*** INPUT DATA ***
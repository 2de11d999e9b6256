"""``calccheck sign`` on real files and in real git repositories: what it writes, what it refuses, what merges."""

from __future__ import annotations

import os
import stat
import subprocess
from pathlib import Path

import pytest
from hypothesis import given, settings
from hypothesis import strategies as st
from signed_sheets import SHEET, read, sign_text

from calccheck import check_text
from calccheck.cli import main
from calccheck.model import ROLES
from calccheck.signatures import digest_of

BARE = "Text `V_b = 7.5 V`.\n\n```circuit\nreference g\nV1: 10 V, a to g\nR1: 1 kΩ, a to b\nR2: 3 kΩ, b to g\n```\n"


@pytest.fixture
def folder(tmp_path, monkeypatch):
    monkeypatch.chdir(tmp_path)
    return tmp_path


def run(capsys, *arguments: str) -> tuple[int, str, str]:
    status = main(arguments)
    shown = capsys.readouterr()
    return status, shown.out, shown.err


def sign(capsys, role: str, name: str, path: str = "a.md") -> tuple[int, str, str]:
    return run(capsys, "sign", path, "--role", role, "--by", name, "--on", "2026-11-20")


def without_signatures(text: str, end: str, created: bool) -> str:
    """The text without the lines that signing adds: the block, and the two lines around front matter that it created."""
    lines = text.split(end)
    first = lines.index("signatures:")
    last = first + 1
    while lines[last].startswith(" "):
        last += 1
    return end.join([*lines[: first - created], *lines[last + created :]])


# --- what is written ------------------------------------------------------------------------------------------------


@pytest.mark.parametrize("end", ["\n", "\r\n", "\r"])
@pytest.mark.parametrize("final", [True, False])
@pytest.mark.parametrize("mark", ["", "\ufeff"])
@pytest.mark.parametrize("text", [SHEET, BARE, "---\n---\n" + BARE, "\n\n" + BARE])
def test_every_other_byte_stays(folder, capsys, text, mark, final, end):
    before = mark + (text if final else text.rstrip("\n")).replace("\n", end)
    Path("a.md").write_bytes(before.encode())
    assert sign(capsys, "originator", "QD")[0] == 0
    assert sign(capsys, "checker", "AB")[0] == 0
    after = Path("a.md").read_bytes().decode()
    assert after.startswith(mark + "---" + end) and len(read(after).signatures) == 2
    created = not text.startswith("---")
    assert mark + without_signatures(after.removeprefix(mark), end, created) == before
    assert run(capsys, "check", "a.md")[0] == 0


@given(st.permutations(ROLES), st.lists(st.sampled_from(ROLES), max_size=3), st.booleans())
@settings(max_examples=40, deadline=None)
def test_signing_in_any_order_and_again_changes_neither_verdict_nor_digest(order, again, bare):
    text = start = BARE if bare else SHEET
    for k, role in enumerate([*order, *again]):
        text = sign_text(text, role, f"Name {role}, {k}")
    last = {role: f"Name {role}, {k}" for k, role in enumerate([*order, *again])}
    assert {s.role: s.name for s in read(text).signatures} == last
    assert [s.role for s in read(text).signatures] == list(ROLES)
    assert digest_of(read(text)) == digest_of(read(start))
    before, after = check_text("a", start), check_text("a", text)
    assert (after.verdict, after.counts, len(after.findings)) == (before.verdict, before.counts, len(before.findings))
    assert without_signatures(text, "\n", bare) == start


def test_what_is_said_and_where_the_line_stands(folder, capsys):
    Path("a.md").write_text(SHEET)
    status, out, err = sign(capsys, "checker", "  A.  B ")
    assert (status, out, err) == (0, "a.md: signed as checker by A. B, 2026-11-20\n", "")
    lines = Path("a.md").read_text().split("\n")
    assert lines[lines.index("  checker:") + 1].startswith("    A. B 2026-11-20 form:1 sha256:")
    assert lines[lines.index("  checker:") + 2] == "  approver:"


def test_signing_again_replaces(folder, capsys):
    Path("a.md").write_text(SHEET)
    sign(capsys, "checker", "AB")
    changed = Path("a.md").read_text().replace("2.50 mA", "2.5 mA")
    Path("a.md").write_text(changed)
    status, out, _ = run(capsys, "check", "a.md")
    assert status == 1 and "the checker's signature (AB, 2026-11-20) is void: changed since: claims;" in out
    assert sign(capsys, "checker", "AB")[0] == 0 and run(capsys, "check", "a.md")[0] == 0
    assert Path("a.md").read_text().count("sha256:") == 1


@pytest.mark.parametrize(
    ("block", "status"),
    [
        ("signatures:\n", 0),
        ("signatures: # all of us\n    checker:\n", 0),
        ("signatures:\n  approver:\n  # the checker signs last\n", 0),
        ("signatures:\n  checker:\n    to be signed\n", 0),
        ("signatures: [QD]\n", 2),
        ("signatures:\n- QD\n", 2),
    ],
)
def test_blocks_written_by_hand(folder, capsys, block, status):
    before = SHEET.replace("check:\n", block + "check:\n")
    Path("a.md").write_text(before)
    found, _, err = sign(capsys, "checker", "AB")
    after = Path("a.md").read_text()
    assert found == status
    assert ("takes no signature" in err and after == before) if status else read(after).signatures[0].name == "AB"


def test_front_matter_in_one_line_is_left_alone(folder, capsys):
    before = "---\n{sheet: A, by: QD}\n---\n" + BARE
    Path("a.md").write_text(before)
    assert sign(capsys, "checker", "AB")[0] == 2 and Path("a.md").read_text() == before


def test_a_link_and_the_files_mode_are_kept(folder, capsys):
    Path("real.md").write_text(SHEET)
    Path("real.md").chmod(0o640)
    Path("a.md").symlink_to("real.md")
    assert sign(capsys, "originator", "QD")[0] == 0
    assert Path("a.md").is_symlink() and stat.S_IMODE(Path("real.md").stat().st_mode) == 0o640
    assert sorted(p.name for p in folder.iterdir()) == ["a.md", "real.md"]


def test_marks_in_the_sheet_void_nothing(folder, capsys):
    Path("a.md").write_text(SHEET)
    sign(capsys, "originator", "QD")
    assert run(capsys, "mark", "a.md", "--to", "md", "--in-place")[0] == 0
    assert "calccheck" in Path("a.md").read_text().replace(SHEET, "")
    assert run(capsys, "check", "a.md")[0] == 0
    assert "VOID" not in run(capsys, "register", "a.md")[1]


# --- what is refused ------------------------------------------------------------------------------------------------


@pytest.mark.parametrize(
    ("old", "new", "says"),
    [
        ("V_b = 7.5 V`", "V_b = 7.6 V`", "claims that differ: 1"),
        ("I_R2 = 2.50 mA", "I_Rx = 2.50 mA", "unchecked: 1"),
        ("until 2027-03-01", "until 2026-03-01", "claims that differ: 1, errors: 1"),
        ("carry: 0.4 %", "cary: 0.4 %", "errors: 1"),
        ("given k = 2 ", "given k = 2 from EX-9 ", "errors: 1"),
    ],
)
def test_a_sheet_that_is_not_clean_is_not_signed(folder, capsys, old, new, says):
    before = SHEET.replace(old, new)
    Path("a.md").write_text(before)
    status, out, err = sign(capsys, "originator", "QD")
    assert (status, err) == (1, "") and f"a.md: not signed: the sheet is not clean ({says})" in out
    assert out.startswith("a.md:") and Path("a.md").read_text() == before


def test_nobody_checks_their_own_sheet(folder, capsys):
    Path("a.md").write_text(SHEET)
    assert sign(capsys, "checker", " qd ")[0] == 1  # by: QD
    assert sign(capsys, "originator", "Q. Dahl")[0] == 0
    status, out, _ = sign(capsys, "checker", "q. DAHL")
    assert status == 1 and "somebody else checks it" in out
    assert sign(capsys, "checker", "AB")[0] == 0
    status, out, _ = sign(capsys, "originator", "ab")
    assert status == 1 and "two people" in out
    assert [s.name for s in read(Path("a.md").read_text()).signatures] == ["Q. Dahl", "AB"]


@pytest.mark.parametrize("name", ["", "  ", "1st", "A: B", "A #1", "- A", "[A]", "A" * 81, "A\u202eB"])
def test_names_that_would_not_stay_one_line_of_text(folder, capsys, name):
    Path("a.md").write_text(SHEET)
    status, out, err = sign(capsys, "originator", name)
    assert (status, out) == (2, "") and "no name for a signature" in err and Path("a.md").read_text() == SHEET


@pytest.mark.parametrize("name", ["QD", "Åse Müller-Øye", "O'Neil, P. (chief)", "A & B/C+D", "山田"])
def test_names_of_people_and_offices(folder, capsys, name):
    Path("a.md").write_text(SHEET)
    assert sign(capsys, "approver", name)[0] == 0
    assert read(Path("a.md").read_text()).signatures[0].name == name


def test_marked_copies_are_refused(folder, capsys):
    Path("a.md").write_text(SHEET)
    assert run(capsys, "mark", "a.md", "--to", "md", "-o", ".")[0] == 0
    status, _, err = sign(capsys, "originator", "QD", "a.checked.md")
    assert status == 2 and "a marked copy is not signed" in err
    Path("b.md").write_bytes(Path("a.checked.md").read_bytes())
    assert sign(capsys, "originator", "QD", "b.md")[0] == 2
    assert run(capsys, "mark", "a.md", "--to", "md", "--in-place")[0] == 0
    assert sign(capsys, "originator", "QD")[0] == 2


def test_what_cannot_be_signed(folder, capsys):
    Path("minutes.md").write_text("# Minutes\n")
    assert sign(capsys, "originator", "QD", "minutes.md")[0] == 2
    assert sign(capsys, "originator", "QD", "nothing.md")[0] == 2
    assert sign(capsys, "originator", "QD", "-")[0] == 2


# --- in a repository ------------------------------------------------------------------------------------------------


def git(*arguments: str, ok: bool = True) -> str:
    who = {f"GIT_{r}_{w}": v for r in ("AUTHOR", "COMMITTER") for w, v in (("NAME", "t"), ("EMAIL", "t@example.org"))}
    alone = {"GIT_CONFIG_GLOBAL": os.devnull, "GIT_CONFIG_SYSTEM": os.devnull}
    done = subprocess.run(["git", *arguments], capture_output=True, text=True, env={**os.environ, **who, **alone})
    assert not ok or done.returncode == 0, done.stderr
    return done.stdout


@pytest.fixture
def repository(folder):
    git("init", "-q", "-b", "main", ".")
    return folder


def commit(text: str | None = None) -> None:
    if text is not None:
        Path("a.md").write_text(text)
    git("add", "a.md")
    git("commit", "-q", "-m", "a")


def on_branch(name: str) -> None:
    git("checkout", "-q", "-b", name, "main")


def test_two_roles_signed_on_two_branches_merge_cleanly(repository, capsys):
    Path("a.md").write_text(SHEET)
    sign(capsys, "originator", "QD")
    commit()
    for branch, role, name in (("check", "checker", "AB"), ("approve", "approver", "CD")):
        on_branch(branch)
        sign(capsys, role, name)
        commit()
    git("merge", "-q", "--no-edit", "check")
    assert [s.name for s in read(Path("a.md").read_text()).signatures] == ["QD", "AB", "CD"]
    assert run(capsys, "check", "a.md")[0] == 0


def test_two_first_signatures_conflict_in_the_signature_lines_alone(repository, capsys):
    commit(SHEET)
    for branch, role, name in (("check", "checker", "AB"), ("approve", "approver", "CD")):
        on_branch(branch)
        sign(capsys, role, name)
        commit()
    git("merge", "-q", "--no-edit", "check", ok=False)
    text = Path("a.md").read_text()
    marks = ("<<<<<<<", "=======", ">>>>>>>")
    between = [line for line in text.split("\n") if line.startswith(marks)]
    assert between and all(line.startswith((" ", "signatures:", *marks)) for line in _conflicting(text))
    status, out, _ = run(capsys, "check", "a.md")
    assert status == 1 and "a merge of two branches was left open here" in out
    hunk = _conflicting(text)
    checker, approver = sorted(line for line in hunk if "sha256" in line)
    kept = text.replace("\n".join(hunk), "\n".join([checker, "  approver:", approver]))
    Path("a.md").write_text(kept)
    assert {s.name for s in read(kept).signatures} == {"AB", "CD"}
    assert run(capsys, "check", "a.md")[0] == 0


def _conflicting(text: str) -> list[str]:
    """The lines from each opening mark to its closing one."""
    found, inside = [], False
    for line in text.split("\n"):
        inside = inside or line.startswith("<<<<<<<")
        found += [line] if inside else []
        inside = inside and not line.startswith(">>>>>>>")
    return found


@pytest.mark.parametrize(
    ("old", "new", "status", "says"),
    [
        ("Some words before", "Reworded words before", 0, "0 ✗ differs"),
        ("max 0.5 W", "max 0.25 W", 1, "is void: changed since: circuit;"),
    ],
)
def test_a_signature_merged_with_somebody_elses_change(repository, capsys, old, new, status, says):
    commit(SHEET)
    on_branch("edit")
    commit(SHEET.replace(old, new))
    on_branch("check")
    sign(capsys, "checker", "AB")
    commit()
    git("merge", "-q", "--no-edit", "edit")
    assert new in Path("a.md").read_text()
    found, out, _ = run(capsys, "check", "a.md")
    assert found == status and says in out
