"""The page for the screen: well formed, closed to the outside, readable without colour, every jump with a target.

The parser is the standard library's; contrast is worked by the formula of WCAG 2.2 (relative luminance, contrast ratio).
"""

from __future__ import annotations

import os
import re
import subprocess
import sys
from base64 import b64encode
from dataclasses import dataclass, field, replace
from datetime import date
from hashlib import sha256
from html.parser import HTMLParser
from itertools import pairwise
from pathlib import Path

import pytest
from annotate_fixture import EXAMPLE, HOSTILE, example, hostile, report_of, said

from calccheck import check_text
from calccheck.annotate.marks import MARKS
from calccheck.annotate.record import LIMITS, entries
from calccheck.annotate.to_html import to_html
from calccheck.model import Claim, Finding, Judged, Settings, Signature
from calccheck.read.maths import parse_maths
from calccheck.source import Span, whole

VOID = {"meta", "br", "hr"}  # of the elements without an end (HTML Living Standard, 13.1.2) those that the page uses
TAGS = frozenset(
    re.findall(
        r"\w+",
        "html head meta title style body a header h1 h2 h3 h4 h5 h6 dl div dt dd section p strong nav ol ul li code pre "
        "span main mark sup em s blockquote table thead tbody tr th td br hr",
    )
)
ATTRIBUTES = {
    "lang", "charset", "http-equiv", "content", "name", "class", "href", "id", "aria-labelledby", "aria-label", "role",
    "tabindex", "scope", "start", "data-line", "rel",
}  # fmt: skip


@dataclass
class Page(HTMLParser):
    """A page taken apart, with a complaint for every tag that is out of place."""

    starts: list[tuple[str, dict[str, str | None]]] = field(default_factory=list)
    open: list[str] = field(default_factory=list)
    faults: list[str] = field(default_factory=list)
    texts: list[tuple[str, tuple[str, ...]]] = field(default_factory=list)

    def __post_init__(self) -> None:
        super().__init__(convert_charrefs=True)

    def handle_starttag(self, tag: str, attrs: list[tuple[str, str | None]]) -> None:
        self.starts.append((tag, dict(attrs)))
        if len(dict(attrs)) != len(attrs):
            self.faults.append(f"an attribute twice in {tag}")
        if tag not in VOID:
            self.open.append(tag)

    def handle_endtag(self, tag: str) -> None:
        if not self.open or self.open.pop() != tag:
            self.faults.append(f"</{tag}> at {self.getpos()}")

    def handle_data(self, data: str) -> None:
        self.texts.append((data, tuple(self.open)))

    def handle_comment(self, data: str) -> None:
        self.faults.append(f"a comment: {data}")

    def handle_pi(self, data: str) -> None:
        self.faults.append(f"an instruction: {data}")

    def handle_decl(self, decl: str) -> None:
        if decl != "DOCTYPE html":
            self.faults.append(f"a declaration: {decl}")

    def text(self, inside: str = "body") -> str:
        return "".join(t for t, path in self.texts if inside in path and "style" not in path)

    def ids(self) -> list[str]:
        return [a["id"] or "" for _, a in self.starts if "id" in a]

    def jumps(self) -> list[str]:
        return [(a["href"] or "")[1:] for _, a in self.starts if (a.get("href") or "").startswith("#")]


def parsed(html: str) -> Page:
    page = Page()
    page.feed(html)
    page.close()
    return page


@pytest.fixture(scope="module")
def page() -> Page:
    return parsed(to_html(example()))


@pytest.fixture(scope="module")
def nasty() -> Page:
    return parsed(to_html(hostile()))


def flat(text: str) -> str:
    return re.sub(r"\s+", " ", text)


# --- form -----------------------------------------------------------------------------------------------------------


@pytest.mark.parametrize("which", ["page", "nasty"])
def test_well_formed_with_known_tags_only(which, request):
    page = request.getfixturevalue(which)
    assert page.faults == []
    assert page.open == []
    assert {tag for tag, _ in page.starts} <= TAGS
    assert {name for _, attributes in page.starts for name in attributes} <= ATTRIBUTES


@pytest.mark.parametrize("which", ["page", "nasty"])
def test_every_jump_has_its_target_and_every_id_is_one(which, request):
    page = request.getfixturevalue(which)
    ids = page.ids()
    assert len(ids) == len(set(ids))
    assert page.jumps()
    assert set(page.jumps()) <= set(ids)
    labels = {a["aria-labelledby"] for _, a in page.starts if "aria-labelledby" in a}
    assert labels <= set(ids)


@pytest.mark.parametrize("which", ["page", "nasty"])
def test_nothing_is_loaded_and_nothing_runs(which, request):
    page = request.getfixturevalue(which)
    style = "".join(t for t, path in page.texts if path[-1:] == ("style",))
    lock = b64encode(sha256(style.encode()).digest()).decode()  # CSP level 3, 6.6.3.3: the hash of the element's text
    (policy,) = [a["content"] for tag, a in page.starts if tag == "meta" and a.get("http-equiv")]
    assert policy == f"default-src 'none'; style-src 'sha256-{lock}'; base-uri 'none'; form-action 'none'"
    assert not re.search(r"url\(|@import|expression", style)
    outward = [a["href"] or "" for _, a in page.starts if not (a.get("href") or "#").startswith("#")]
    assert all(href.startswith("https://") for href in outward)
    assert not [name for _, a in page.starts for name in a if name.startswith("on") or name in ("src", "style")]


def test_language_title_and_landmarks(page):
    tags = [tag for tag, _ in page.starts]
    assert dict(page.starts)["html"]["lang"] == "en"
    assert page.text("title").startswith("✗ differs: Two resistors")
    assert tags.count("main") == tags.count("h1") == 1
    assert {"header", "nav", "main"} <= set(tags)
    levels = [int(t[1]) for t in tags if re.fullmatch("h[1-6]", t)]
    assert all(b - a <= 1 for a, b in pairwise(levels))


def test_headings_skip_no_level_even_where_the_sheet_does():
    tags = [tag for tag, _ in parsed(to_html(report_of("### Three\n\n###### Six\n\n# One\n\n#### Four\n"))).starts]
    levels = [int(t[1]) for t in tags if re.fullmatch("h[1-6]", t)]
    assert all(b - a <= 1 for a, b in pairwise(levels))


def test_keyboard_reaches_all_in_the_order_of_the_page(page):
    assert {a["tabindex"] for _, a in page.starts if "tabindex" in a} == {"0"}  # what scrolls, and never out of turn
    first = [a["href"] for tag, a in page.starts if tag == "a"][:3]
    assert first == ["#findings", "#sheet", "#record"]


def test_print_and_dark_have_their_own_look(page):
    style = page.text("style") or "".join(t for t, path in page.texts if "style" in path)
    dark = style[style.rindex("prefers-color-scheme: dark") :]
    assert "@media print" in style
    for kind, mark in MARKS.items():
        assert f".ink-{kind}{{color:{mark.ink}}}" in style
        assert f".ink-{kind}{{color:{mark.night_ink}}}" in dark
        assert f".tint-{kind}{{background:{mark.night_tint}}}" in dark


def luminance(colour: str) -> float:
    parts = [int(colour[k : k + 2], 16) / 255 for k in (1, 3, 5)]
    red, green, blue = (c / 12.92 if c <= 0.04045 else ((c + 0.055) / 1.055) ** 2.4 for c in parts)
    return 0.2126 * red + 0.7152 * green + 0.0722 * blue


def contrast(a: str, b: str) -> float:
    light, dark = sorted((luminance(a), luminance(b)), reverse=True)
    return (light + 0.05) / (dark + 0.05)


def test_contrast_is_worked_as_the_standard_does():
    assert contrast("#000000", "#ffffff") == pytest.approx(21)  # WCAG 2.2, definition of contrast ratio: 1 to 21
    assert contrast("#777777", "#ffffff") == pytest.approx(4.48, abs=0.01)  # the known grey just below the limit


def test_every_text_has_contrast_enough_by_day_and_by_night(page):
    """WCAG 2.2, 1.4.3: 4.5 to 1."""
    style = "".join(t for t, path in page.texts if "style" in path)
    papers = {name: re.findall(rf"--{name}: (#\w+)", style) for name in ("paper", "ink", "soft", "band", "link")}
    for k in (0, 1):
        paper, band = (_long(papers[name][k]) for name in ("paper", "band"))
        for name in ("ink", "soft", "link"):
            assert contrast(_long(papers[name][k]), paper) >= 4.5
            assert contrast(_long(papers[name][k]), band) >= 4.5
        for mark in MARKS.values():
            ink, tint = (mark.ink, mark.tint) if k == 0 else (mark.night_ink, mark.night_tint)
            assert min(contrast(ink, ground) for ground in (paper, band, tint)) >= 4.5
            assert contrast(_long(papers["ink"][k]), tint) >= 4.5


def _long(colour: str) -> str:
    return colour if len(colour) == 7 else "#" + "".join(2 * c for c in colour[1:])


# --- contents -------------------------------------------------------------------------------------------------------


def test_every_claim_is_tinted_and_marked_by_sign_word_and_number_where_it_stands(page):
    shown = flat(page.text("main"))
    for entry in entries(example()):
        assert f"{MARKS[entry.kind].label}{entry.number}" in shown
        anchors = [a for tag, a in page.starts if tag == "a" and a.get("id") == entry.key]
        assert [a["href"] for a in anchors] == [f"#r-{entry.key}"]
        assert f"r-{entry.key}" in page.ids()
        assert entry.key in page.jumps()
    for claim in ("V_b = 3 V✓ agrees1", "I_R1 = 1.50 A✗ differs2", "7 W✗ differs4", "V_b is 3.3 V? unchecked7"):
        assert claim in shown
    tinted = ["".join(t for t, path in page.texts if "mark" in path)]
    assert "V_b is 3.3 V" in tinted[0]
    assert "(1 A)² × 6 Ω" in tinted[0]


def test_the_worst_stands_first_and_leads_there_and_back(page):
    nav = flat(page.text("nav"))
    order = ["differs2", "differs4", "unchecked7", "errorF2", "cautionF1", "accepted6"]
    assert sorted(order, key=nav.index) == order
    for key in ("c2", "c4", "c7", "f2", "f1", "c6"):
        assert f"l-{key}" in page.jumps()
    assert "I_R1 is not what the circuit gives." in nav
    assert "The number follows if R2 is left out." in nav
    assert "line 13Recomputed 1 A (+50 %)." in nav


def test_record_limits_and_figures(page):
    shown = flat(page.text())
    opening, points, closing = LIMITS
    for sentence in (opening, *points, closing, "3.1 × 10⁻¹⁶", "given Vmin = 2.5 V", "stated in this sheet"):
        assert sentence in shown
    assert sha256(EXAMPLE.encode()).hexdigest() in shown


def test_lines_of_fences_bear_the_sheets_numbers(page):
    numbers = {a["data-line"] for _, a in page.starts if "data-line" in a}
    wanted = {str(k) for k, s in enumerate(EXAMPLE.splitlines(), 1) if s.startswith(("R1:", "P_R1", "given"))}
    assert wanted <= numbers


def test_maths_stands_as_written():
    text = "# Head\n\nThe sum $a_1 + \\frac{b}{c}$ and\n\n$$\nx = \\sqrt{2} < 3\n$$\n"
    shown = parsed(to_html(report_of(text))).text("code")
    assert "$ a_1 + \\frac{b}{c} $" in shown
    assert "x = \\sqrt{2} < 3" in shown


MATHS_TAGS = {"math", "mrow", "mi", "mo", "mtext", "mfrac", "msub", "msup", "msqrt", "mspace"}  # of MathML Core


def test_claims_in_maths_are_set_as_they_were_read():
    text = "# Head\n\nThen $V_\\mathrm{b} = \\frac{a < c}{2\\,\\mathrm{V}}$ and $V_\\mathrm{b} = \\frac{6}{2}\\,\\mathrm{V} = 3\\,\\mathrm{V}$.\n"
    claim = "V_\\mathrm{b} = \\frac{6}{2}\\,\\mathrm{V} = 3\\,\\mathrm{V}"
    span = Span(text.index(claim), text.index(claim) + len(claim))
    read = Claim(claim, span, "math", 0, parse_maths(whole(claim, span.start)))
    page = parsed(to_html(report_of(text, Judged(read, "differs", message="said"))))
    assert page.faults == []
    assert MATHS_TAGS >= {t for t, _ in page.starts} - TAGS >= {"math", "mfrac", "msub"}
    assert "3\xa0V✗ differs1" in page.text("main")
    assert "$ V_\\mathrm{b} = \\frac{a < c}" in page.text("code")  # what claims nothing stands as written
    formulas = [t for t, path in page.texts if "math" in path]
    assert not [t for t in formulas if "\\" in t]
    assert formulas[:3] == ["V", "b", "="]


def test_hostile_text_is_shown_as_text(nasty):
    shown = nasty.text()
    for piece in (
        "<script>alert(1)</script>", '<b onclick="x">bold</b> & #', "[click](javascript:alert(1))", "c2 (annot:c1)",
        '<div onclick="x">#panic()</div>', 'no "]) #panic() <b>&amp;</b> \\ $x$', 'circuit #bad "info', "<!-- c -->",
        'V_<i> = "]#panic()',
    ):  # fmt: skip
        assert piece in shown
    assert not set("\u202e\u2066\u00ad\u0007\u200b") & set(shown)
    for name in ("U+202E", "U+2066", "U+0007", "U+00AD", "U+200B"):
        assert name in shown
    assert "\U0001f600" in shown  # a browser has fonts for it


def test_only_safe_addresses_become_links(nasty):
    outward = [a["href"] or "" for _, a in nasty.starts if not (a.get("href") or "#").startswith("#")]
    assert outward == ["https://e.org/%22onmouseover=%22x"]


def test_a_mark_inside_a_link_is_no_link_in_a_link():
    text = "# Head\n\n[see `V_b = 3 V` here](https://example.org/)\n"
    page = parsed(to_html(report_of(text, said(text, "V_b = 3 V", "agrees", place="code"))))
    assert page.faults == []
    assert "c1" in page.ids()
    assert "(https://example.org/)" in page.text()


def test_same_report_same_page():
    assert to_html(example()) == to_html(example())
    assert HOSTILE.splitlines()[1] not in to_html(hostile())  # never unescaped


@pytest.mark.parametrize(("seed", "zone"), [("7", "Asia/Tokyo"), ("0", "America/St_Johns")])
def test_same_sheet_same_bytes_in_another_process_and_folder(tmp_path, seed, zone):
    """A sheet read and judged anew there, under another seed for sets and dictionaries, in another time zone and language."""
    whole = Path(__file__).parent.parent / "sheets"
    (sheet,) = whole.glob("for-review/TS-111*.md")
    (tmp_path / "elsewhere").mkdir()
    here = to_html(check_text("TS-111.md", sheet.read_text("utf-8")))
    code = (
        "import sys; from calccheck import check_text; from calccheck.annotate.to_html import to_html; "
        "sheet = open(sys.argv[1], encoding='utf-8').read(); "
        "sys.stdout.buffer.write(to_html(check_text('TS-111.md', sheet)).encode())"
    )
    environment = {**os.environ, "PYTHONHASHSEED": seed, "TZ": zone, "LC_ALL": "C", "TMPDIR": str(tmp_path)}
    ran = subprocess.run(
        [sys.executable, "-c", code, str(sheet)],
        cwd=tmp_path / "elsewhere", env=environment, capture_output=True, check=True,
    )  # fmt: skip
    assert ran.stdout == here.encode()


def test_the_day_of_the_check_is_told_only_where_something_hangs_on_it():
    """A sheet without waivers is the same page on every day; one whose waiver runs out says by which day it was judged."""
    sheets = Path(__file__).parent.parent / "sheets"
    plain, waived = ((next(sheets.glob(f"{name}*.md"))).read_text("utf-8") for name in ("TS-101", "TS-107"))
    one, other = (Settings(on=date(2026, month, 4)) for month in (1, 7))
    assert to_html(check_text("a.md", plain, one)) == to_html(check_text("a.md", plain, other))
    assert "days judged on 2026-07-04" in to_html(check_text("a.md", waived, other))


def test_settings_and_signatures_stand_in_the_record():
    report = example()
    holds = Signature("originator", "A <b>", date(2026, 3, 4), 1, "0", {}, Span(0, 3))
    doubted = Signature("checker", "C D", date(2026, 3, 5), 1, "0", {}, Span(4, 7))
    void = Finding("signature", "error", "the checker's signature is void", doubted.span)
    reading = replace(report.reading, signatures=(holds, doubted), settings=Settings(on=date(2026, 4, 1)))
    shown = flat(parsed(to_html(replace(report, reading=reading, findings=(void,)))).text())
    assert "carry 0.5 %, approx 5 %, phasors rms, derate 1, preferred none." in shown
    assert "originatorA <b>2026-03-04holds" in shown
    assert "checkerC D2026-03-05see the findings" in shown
*** End of INPUT DATA ***
TASK DIRECTIONS ::
Copy out each line of the entries where the word "parent" is found.

FINAL ANSWER ::
    whole = Path(__file__).parent.parent / "sheets"
    sheets = Path(__file__).parent.parent / "sheets"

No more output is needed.